Let me implement this example in lisp:

(defun rlogistic (n)
   (mapcar (lambda (x) (- (log (- (/ 1.0d0 x) 1.0d0)))) 
           (loop repeat n collect (random 1.0d0))))

(rlogistic 20)


(0.5298456541903203d0 1.4603376713652383d0 -1.0775289157562622d0
 1.5627801169043383d0 -1.0215871944697368d0 -1.4173250174419307d0
 0.22898138757999306d0 -2.2685264832576038d0 2.3764562183479594d0
 2.583270634601332d0 -0.7757976556550247d0 2.7727596538742056d0
 2.3677328735264105d0 3.5022446835705177d0 0.4078009528377661d0
 -0.9258251253274055d0 1.684671915269902d0 1.5960892904700303d0
 0.34092549767282637d0 2.428634046653897d0)

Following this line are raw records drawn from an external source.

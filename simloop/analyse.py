"""One circuit, end to end: render, simulate to periodic steady state, decompose, compare.

This is the orchestrator behind ``simloop run`` (and each point of a sweep). It wires the
modules together and knows no file formats: the command line writes the outputs.
"""

from __future__ import annotations

import math
from collections.abc import Mapping
from dataclasses import dataclass, field
from typing import Any

import numpy as np
from numpy.typing import NDArray

from .compare import HarmonicRow, compare_spectra, conduction_angle_deg, conversion_efficiency
from .errors import InputError
from .fourier import spectrum_from_samples, thd, thd_rms, waveform_metrics
from .netlist import CircuitTemplate, RenderedCircuit, StorageElement, device_models
from .netlist import element_nodes, load_circuit, model_parameters, storage_elements
from .netlist import with_initial_conditions
from .probe import Probe, parse_probe
from .spectrum import Spectrum
from .steady import NOISE_FRACTION, SteadySettings, SteadyState, default_tmax, judge, settle
from .steady import shoot
from .vocab import WAVEFORM_KINDS, ResampleMethod

_HEAVY = True  # runs the engine (PySpice in worker processes) when called


@dataclass(frozen=True, slots=True)
class RunSettings:
    """What to simulate and how.

    Parameters
    ----------
    harmonics : int
        Highest harmonic order N, 1..1000.
    probe : str or None
        Probe name or expression (``v(out)``, ``v(a,b)``, ``i(V1)``); None: the circuit's own.
    fundamental_hz, amplitude : float or None
        Overrides of the fundamental [Hz] and the drive amplitude [V] used for the ideal.
    ideal_kind : str or None
        Override of the ideal counterpart (:data:`simloop.vocab.WAVEFORM_KINDS`).
    steady : SteadySettings
    method : {"spline", "linear"}
        Resampling of the engine's points before the Fourier integral.
    mains_class : {"A", "D"} or None
        Check the source current's harmonics against IEC 61000-3-2 Class A or D (values as
        reproduced in secondary sources; see :mod:`simloop.mains`).
    mains_power_w : float or None
        Active input power for the Class D limits [W]; None: computed from the spectra.
    """

    harmonics: int = 10
    probe: str | None = None
    fundamental_hz: float | None = None
    amplitude: float | None = None
    ideal_kind: str | None = None
    steady: SteadySettings = field(default_factory=SteadySettings)
    method: ResampleMethod = "spline"
    mains_class: str | None = None
    mains_power_w: float | None = None

    def __post_init__(self) -> None:
        if (not isinstance(self.harmonics, int) or isinstance(self.harmonics, bool)
                or not 1 <= self.harmonics <= 1000):
            raise InputError(f"harmonics must be a whole number 1..1000, got {self.harmonics!r}")
        for name in ("fundamental_hz", "amplitude"):
            value = getattr(self, name)
            if value is not None and (isinstance(value, bool) or not isinstance(value, (int, float))
                                      or not (math.isfinite(value) and value > 0)):
                raise InputError(f"{name} must be a positive finite number, got {value!r}")
        if self.mains_class is not None and self.mains_class not in ("A", "D"):
            raise InputError(f"mains class {self.mains_class!r} is unknown; use A or D")
        if self.ideal_kind is not None and self.ideal_kind not in WAVEFORM_KINDS:
            raise InputError(
                f"ideal kind {self.ideal_kind!r} is unknown; use one of {', '.join(WAVEFORM_KINDS)}"
            )
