def shoot(
    run_states: RunFromStates,
    x0: NDArray[np.float64],
    *,
    scale: NDArray[np.float64],
    tolerance: float,
    max_iterations: int = 20,
) -> ShootingOutcome:
    """Find the initial state x of the storage elements for which one period maps onto itself.

    Parameters
    ----------
    run_states : callable
        The period map through the engine (see :data:`RunFromStates`).
    x0 : array
        First guess (the state at the end of a short plain transient is a good one).
    scale : array
        Typical magnitude of each state [V or A]: residuals and finite-difference steps are
        relative to it.
    tolerance : float
        Stop when the Newton step, max_k |dx_k| / scale_k, is below it: the estimated distance
        to the periodic state (not the residual |Phi(x) - x|, which understates it by
        1 / (1 - dPhi/dx) when the slowest mode decays slowly).
    max_iterations : int

    Returns
    -------
    ShootingOutcome

    Notes
    -----
    Newton's method on F(x) = Phi(x) - x, where Phi maps the state at t = 0 to the state one
    period later. From the third iteration on, an iteration that does not halve the residual
    ends the search (the caller then falls back to plain settling). The Jacobian dPhi/dx is formed by forward differences (one period run per
    state, all in one parallel batch) and afterwards updated with Broyden's rank-one formula,
    J <- J + ((dF - J dx) dx^T) / (dx^T dx); it is formed afresh when a step fails to reduce
    the residual. Steps are damped by halving (at most four times) until the residual falls.

    References
    ----------
    T. J. Aprille and T. N. Trick, "Steady-state analysis of nonlinear circuits with periodic
    inputs," Proc. IEEE 60(1), pp. 108-114, 1972 [from memory]. C. G. Broyden, "A class of
    methods for solving nonlinear simultaneous equations," Math. Comp. 19, 1965 [from memory].
    """
    x = np.asarray(x0, dtype=float).copy()
    scale = np.maximum(np.asarray(scale, dtype=float), 1e-12)
    m = x.size
    periods = 0
    history: list[float] = []

    def phi(states: Sequence[NDArray[np.float64]]) -> list[NDArray[np.float64]]:
        nonlocal periods
        periods += len(states)
        return [np.asarray(r[3], dtype=float) for r in run_states(states, 1)]

    def residual_of(f: NDArray[np.float64]) -> float:
        return float(np.max(np.abs(f) / scale))

    def jacobian(x: NDArray[np.float64], fx_phi: NDArray[np.float64]) -> NDArray[np.float64]:
        steps = 1e-6 * np.maximum(scale, np.abs(x))
        shifted = [x + steps[k] * np.eye(m)[k] for k in range(m)]
        columns = phi(shifted)
        return np.column_stack([(columns[k] - fx_phi) / steps[k] for k in range(m)])

    phi_x = phi([x])[0]
    f = phi_x - x
    r = residual_of(f)
    history.append(r)
    jac = jacobian(x, phi_x)
    iterations = 0
    distance = math.inf
    while iterations < max_iterations:
        if jac is None:
            jac = jacobian(x, phi_x)
        try:
            delta = np.linalg.solve(jac - np.eye(m), -f)
        except np.linalg.LinAlgError:
            break
        # |Phi(x) - x| understates the distance to the periodic state by 1/(1 - dPhi/dx) when
        # the slowest mode is near 1: the Newton step is the distance, so converge on it
        distance = residual_of(delta)
        if distance <= tolerance:
            break
        iterations += 1
        step = 1.0
        improved = False
        for _ in range(5):
            x_new = x + step * delta
            phi_new = phi([x_new])[0]
            f_new = phi_new - x_new
            r_new = residual_of(f_new)
            if r_new < r:
                improved = True
                break
            step *= 0.5
        if not improved:
            if jac is not None and iterations > 1:
                jac = None  # a stale Broyden Jacobian: form it afresh and try again
                continue
            break
        dx, df = x_new - x, f_new - f
        x, phi_x, f, r = x_new, phi_new, f_new, r_new
        history.append(r)
        if iterations >= 3 and r > 0.5 * history[-2]:
            break  # Newton converges fast or not at all here: stop spending engine runs
        # Broyden's update of dF/dx = J - I, kept as J (= dPhi/dx)
        jac = jac + np.outer((df + dx) - jac @ dx, dx) / float(dx @ dx)
    return ShootingOutcome(state=x, converged=distance <= tolerance, iterations=iterations,
                           engine_periods=periods, residual=r, history=tuple(history))
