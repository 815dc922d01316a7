"""Tests of simloop.ideal: closed-form spectra against QUADPACK, mpmath, sympy and published values.

Every time-domain waveform used as a reference is written out in THIS file (``_case_*`` below),
sharing no code with simloop, and integrated with scipy.integrate.quad (QUADPACK QAWO,
weight='cos'/'sin'), split at every kink and jump.
"""

from __future__ import annotations

import math
from collections.abc import Callable
from dataclasses import dataclass

import mpmath
import numpy as np
import pytest
import sympy as sp
from hypothesis import given, settings
from hypothesis import strategies as st
from scipy import integrate

from simloop.errors import InputError
from simloop.ideal import (
    conduction_angle_for_drop,
    full_wave_rectified,
    half_wave_rectified,
    ideal_spectrum,
    ideal_waveform,
    pulse_train,
    square_wave,
    trapezoid_envelope_corners,
    trapezoid_pulse,
    truncated_cosine,
    truncated_cosine_coefficients,
)
from simloop.spectrum import Spectrum
from simloop.vocab import WAVEFORM_KINDS

PI = math.pi
N_CHECK = 12  # orders 0..12 are compared with quadrature
QUAD_RTOL = 1e-11  # relative to the largest component; quad is asked for epsrel 1e-12 per piece


# =========================================================================== reference waveforms
@dataclass(frozen=True)
class Case:
    """One waveform written from its definition, with the window and kinks quad needs."""

    label: str
    kind: str
    params: dict
    f: Callable[[float], float]  # the waveform on [start, start + period]
    start: float  # window start [s]
    period: float  # [s]
    breaks: tuple[float, ...]  # kinks / jumps inside the window [s]
    variation: float  # total variation over one period [V] (for the Parseval tail bound)


def _case_half_wave(a: float, f0: float, reference: str) -> Case:
    w, T = 2 * PI * f0, 1 / f0
    if reference == "cosine":
        f = lambda t: a * max(0.0, math.cos(w * t))  # noqa: E731
        start, breaks = -T / 2, (-T / 4, T / 4)
    else:
        f = lambda t: a * max(0.0, math.sin(w * t))  # noqa: E731
        start, breaks = 0.0, (T / 2,)
    return Case(f"half-wave {reference} A={a} f0={f0}", "half-wave",
                dict(amplitude=a, fundamental_hz=f0, reference=reference), f, start, T, breaks, 2 * a)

The arctangent function \(\arctan(x)\) looks like a cumulative distribution function, but it needs a little help.

It is also known as the standard Cauchy distribution, but for that one needs to transform the arctangent function to \(F(x) = \frac{1}{\pi}\arctan(x)+\frac{1}{2}\). Then its quartile function is \[ q(x) = \tan(\pi(x-½)) \]

Let me implement this in lisp as well:

(defun rcauchy (n)
   (mapcar (lambda (x) (tan (* pi (- x 5.0d-1))))
           (loop repeat n collect (random 1.0d0))))

(rcauchy 20)


(-0.6728178241045335d0 -4.3816447664507985d0 0.7182169549503769d0
 2.2713336517222817d0 -0.48030938137460755d0 0.04867258459647225d0
 -0.04317757748226266d0 1.2438239778244204d0 -0.6752213446978993d0
 -0.5400852348135747d0 -0.2834133390847261d0 -4.932859222280014d0
 0.17079522547651516d0 -3.3498087680276565d0 -1.4298686184346256d0
 0.4973818749248839d0 -0.36123936498421555d0 0.44849100016138715d0
 3.0923703098805753d0 -4.548038109047713d0)

My last example is called Rayleigh distribution

\[ f(x,\sigma) = \frac{x}{\sigma^2} e^{-x^2/2\sigma^2} \] This distribution works on the half infinite interval \(\[0,\infty)\), and its cumulative distribution function is \[ F(x,\sigma) = 1 - e^{-x^2/2\sigma^2} \] whose quartile function would be \[ q(x,\sigma) = \sigma \sqrt{2\ln(1/(1-x))} \] whose implementation will look like

(defun rrayleigh (n)
   (mapcar (lambda (x) (sqrt (* 2.0d0 (log (/ (- 1.0d0 x))))))
           (loop repeat n collect (random 1.0d0))))

(rrayleigh 20)


(2.0491697768168065d0 1.6971676917167022d0 1.230629172235978d0
 1.3360940539717456d0 0.9674690780386407d0 2.788813145388618d0
 2.1061746807804793d0 0.8321009769689073d0 1.0416711663387623d0
 1.1933751254466187d0 1.2673392219929287d0 0.943776637185836d0
 0.8617988749612544d0 0.8869880239628769d0 0.7372963125026611d0
 3.383064338683964d0 2.2447019432341575d0 1.511190782151179d0
 0.6115151660011018d0 1.089518226812614d0)

I took \(\sigma=1\) in the implementation. All one has to do is to multiply the generated numbers by \(\sigma\) to get the numbers one needs.